» **Stored items**
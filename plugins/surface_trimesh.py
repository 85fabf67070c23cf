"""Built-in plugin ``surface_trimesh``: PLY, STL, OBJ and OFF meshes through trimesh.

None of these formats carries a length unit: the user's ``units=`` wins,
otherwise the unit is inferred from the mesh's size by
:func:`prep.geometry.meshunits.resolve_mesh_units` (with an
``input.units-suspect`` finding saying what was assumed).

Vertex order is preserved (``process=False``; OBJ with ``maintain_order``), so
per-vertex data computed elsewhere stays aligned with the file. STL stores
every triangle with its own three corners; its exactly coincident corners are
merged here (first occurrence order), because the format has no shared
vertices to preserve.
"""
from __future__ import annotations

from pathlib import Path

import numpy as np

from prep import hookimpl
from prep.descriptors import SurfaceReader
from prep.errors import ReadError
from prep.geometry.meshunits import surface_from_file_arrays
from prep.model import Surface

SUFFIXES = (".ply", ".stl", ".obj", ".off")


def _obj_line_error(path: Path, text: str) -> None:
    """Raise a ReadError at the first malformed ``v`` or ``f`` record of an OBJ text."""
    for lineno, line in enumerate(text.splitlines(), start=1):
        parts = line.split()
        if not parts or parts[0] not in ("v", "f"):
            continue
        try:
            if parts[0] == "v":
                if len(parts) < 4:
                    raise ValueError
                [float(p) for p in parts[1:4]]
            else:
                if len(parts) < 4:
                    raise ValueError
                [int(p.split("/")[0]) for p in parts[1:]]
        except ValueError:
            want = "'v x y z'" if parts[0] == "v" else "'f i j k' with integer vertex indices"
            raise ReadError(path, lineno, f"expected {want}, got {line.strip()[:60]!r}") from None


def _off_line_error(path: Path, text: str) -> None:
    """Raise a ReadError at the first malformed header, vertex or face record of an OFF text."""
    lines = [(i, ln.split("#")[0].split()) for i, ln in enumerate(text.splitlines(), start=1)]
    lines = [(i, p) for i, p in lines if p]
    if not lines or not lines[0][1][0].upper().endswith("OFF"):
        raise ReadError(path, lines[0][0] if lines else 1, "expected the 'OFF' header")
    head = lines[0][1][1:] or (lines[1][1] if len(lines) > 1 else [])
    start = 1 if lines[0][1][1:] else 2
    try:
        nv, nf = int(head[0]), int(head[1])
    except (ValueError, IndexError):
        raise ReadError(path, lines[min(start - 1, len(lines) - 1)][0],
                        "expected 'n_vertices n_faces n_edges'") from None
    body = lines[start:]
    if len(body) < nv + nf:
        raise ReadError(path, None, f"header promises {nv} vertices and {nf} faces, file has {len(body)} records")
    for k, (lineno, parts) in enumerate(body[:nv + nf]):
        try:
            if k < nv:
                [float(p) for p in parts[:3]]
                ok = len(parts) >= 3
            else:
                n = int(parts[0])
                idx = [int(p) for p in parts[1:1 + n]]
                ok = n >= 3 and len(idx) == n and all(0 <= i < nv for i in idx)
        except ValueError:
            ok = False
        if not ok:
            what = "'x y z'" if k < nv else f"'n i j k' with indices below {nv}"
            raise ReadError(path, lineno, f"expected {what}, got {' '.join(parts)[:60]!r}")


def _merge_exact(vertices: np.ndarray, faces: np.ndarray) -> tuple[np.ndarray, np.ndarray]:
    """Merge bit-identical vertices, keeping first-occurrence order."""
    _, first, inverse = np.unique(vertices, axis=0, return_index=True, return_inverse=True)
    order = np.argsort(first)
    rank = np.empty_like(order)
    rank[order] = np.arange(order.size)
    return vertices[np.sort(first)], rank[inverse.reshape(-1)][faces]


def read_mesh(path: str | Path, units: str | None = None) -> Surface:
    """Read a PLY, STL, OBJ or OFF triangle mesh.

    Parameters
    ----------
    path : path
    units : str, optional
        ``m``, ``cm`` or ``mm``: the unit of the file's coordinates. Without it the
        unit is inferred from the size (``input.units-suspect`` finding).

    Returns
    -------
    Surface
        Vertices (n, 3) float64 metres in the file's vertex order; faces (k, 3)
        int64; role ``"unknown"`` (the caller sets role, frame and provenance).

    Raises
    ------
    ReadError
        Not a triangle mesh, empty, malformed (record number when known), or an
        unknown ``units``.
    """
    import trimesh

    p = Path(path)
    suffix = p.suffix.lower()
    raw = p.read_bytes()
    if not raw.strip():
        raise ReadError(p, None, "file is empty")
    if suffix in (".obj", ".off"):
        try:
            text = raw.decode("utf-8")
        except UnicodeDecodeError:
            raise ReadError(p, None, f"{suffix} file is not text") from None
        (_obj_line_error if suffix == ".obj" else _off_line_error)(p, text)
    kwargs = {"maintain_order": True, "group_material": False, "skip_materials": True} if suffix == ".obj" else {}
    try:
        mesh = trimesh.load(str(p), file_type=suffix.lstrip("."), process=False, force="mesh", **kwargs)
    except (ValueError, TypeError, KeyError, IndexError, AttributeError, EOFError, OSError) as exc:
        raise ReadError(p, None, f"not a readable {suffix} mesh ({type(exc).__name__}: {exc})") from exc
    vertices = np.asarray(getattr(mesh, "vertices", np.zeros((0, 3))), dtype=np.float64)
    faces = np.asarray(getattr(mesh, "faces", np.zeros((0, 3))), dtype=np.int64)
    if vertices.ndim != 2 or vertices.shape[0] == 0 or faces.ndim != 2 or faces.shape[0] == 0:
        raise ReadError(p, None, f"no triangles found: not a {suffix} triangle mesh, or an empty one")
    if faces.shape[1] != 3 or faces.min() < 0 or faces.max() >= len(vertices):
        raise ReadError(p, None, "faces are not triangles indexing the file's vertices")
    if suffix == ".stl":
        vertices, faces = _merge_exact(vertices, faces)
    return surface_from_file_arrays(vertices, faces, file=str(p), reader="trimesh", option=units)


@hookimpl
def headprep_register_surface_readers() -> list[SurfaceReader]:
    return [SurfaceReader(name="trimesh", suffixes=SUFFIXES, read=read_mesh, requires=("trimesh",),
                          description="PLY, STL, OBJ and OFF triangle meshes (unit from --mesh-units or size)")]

» **Work task**
Each record is to be retyped exactly as written.

» **Task response**
filename plugins/surface_trimesh.py
repository 85fabf67070c23cf
"""Built-in plugin ``surface_trimesh``: PLY, STL, OBJ and OFF meshes through trimesh.

None of these formats carries a length unit: the user's ``units=`` wins,
otherwise the unit is inferred from the mesh's size by
:func:`prep.geometry.meshunits.resolve_mesh_units` (with an
``input.units-suspect`` finding saying what was assumed).

Vertex order is preserved (``process=False``; OBJ with ``maintain_order``), so
per-vertex data computed elsewhere stays aligned with the file. STL stores
every triangle with its own three corners; its exactly coincident corners are
merged here (first occurrence order), because the format has no shared
vertices to preserve.
"""
from __future__ import annotations

from pathlib import Path

import numpy as np

from prep import hookimpl
from prep.descriptors import SurfaceReader
from prep.errors import ReadError
from prep.geometry.meshunits import surface_from_file_arrays
from prep.model import Surface

SUFFIXES = (".ply", ".stl", ".obj", ".off")


def _obj_line_error(path: Path, text: str) -> None:
    """Raise a ReadError at the first malformed ``v`` or ``f`` record of an OBJ text."""
    for lineno, line in enumerate(text.splitlines(), start=1):
        parts = line.split()
        if not parts or parts[0] not in ("v", "f"):
            continue
        try:
            if parts[0] == "v":
                if len(parts) < 4:
                    raise ValueError
                [float(p) for p in parts[1:4]]
            else:
                if len(parts) < 4:
                    raise ValueError
                [int(p.split("/")[0]) for p in parts[1:]]
        except ValueError:
            want = "'v x y z'" if parts[0] == "v" else "'f i j k' with integer vertex indices"
            raise ReadError(path, lineno, f"expected {want}, got {line.strip()[:60]!r}") from None


def _off_line_error(path: Path, text: str) -> None:
    """Raise a ReadError at the first malformed header, vertex or face record of an OFF text."""
    lines = [(i, ln.split("#")[0].split()) for i, ln in enumerate(text.splitlines(), start=1)]
    lines = [(i, p) for i, p in lines if p]
    if not lines or not lines[0][1][0].upper().endswith("OFF"):
        raise ReadError(path, lines[0][0] if lines else 1, "expected the 'OFF' header")
    head = lines[0][1][1:] or (lines[1][1] if len(lines) > 1 else [])
    start = 1 if lines[0][1][1:] else 2
    try:
        nv, nf = int(head[0]), int(head[1])
    except (ValueError, IndexError):
        raise ReadError(path, lines[min(start - 1, len(lines) - 1)][0],
                        "expected 'n_vertices n_faces n_edges'") from None
    body = lines[start:]
    if len(body) < nv + nf:
        raise ReadError(path, None, f"header promises {nv} vertices and {nf} faces, file has {len(body)} records")
    for k, (lineno, parts) in enumerate(body[:nv + nf]):
        try:
            if k < nv:
                [float(p) for p in parts[:3]]
                ok = len(parts) >= 3
            else:
                n = int(parts[0])
                idx = [int(p) for p in parts[1:1 + n]]
                ok = n >= 3 and len(idx) == n and all(0 <= i < nv for i in idx)
        except ValueError:
            ok = False
        if not ok:
            what = "'x y z'" if k < nv else f"'n i j k' with indices below {nv}"
            raise ReadError(path, lineno, f"expected {what}, got {' '.join(parts)[:60]!r}")


def _merge_exact(vertices: np.ndarray, faces: np.ndarray) -> tuple[np.ndarray, np.ndarray]:
    """Merge bit-identical vertices, keeping first-occurrence order."""
    _, first, inverse = np.unique(vertices, axis=0, return_index=True, return_inverse=True)
    order = np.argsort(first)
    rank = np.empty_like(order)
    rank[order] = np.arange(order.size)
    return vertices[np.sort(first)], rank[inverse.reshape(-1)][faces]


def read_mesh(path: str | Path, units: str | None = None) -> Surface:
    """Read a PLY, STL, OBJ or OFF triangle mesh.

    Parameters
    ----------
    path : path
    units : str, optional
        ``m``, ``cm`` or ``mm``: the unit of the file's coordinates. Without it the
        unit is inferred from the size (``input.units-suspect`` finding).

    Returns
    -------
    Surface
        Vertices (n, 3) float64 metres in the file's vertex order; faces (k, 3)
        int64; role ``"unknown"`` (the caller sets role, frame and provenance).

    Raises
    ------
    ReadError
        Not a triangle mesh, empty, malformed (record number when known), or an
        unknown ``units``.
    """
    import trimesh

    p = Path(path)
    suffix = p.suffix.lower()
    raw = p.read_bytes()
    if not raw.strip():
        raise ReadError(p, None, "file is empty")
    if suffix in (".obj", ".off"):
        try:
            text = raw.decode("utf-8")
        except UnicodeDecodeError:
            raise ReadError(p, None, f"{suffix} file is not text") from None
        (_obj_line_error if suffix == ".obj" else _off_line_error)(p, text)
    kwargs = {"maintain_order": True, "group_material": False, "skip_materials": True} if suffix == ".obj" else {}
    try:
        mesh = trimesh.load(str(p), file_type=suffix.lstrip("."), process=False, force="mesh", **kwargs)
    except (ValueError, TypeError, KeyError, IndexError, AttributeError, EOFError, OSError) as exc:
        raise ReadError(p, None, f"not a readable {suffix} mesh ({type(exc).__name__}: {exc})") from exc
    vertices = np.asarray(getattr(mesh, "vertices", np.zeros((0, 3))), dtype=np.float64)
    faces = np.asarray(getattr(mesh, "faces", np.zeros((0, 3))), dtype=np.int64)
    if vertices.ndim != 2 or vertices.shape[0] == 0 or faces.ndim != 2 or faces.shape[0] == 0:
        raise ReadError(p, None, f"no triangles found: not a {suffix} triangle mesh, or an empty one")
    if faces.shape[1] != 3 or faces.min() < 0 or faces.max() >= len(vertices):
        raise ReadError(p, None, "faces are not triangles indexing the file's vertices")
    if suffix == ".stl":
        vertices, faces = _merge_exact(vertices, faces)
    return surface_from_file_arrays(vertices, faces, file=str(p), reader="trimesh", option=units)


@hookimpl
def headprep_register_surface_readers() -> list[SurfaceReader]:
    return [SurfaceReader(name="trimesh", suffixes=SUFFIXES, read=read_mesh, requires=("trimesh",),
                          description="PLY, STL, OBJ and OFF triangle meshes (unit from --mesh-units or size)")]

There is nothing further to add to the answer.